The selection of detached villas on which the book focuses shows the variety of language, the diversity of approach and nuances.
The book provides an opportunity to focus our attention on recent developments in the Swiss architectural debate, through a selection of residential buildings created in the last few years by both emerging young architects and others of international renown.
The selection of detached villas on which the book focuses shows the variety of language, the diversity of approach and nuances, where homologizing trends and centripetal impulses co-exist, with the aim of emphasizing the specific character of places and their territorial identity.
Pragmatism, consistency and precision in construction, technical perfection, accuracy of detail and simplicity, are just some of the topoi which inevitably emerge when considering the characteristics of Swiss architecture and its hypothetical ‘Swissness‘, which is in continual confrontation with modernism on the one hand and tradition on the other.
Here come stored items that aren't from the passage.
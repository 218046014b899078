/**
 * The traversal kernel for forests without categorical nodes: eight trees walked in
 * lockstep per row (independent load chains keep the CPU busy; then four, then
 * one for the last trees), each group of trees over all rows before the next
 * (its nodes stay in L1; a big forest does not fit in L2), branchless
 * (`child = 2i + 1 + (x > threshold)`), the missing direction folded into which
 * slot of the row block a node reads (see InputPlan).
 *
 * Writes, for row i and tree t, `leafBase + t * leafStride + leaf` to
 * `out[i * outStride + outOffset + t]`. The forest's arrays come in as
 * parameters: read from an object inside the kernel they cost about a third
 * more here.
 *
 * @example
 * traverseNumeric(f.offset, f.threshold, f.nodes, f.depth, f.treeCount, block, stride, rows, slots, trees, 0, leafBase, f.leaves);
 */
export function traverseNumeric(
  offset: Int32Array,
  threshold: Float64Array,
  nodes: number,
  depth: number,
  treeCount: number,
  block: Float64Array,
  stride: number,
  count: number,
  out: Int32Array,
  outStride: number,
  outOffset: number,
  leafBase: number,
  leafStride: number,
): void {
  let t = 0;
  for (; t + 8 <= treeCount; t += 8) {
    const b0 = t * nodes;
    const b1 = b0 + nodes;
    const b2 = b1 + nodes;
    const b3 = b2 + nodes;
    const b4 = b3 + nodes;
    const b5 = b4 + nodes;
    const b6 = b5 + nodes;
    const b7 = b6 + nodes;
    const first = leafBase + t * leafStride - nodes;
    for (let i = 0; i < count; i++) {
      const r = i * stride;
      const o = i * outStride + outOffset + t;
      let n0 = 0;
      let n1 = 0;
      let n2 = 0;
      let n3 = 0;
      let n4 = 0;
      let n5 = 0;
      let n6 = 0;
      let n7 = 0;
      for (let d = 0; d < depth; d++) {
        n0 = 2 * n0 + 1 + +(block[r + offset[b0 + n0]] > threshold[b0 + n0]);
        n1 = 2 * n1 + 1 + +(block[r + offset[b1 + n1]] > threshold[b1 + n1]);
        n2 = 2 * n2 + 1 + +(block[r + offset[b2 + n2]] > threshold[b2 + n2]);
        n3 = 2 * n3 + 1 + +(block[r + offset[b3 + n3]] > threshold[b3 + n3]);
        n4 = 2 * n4 + 1 + +(block[r + offset[b4 + n4]] > threshold[b4 + n4]);
        n5 = 2 * n5 + 1 + +(block[r + offset[b5 + n5]] > threshold[b5 + n5]);
        n6 = 2 * n6 + 1 + +(block[r + offset[b6 + n6]] > threshold[b6 + n6]);
        n7 = 2 * n7 + 1 + +(block[r + offset[b7 + n7]] > threshold[b7 + n7]);
      }
      out[o] = first + n0;
      out[o + 1] = first + 1 * leafStride + n1;
      out[o + 2] = first + 2 * leafStride + n2;
      out[o + 3] = first + 3 * leafStride + n3;
      out[o + 4] = first + 4 * leafStride + n4;
      out[o + 5] = first + 5 * leafStride + n5;
      out[o + 6] = first + 6 * leafStride + n6;
      out[o + 7] = first + 7 * leafStride + n7;
    }
  }
  for (; t + 4 <= treeCount; t += 4) {
    const b0 = t * nodes;
    const b1 = b0 + nodes;
    const b2 = b1 + nodes;
    const b3 = b2 + nodes;
    const first = leafBase + t * leafStride - nodes;
    for (let i = 0; i < count; i++) {
      const r = i * stride;
      const o = i * outStride + outOffset + t;
      let n0 = 0;
      let n1 = 0;
      let n2 = 0;
      let n3 = 0;
      for (let d = 0; d < depth; d++) {
        n0 = 2 * n0 + 1 + +(block[r + offset[b0 + n0]] > threshold[b0 + n0]);
        n1 = 2 * n1 + 1 + +(block[r + offset[b1 + n1]] > threshold[b1 + n1]);
        n2 = 2 * n2 + 1 + +(block[r + offset[b2 + n2]] > threshold[b2 + n2]);
        n3 = 2 * n3 + 1 + +(block[r + offset[b3 + n3]] > threshold[b3 + n3]);
      }
      out[o] = first + n0;
      out[o + 1] = first + 1 * leafStride + n1;
      out[o + 2] = first + 2 * leafStride + n2;
      out[o + 3] = first + 3 * leafStride + n3;
    }
  }
  for (; t < treeCount; t++) {
    const b0 = t * nodes;
    const first = leafBase + t * leafStride - nodes;
    for (let i = 0; i < count; i++) {
      const r = i * stride;
      const o = i * outStride + outOffset + t;
      let n0 = 0;
      for (let d = 0; d < depth; d++) {
        n0 = 2 * n0 + 1 + +(block[r + offset[b0 + n0]] > threshold[b0 + n0]);
      }
      out[o] = first + n0;
    }
  }
}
The theme of the house or villa, whether detached or multi-residence, from the typical Swiss chalet to the well-known examples of residential building designed by the avant-garde architects of 1920s and 1930s – Le Corbusier, Hans Schmidt, Rudolf Steiger and Flora Steiger-Crawford, Ernst F. Burckhardt and Lux Guyer, Max Ernst Haefeli, Hans Fischli, Werner Max Moser, Otto Salvisberg, Alfred Roth and Alberto Sartoris – constitutes a particularly fertile field for constructive and formal experimentation, resulting in a varied legacy to which today’s design research in residential buildings is undoubtedly indebted.
The houses selected were designed by: Arnaboldi, Burkhalter+Sumi, Eckert+Eckert, Ferrari, Geninasca, Gigon+Guyer, Graber+Steiger, Gut+Gijzen, Kerez, Koenz+Molo, Marques, Radczuweit, Salvi, Snozzi, Wagner, Wespi+deMeuron and Zech.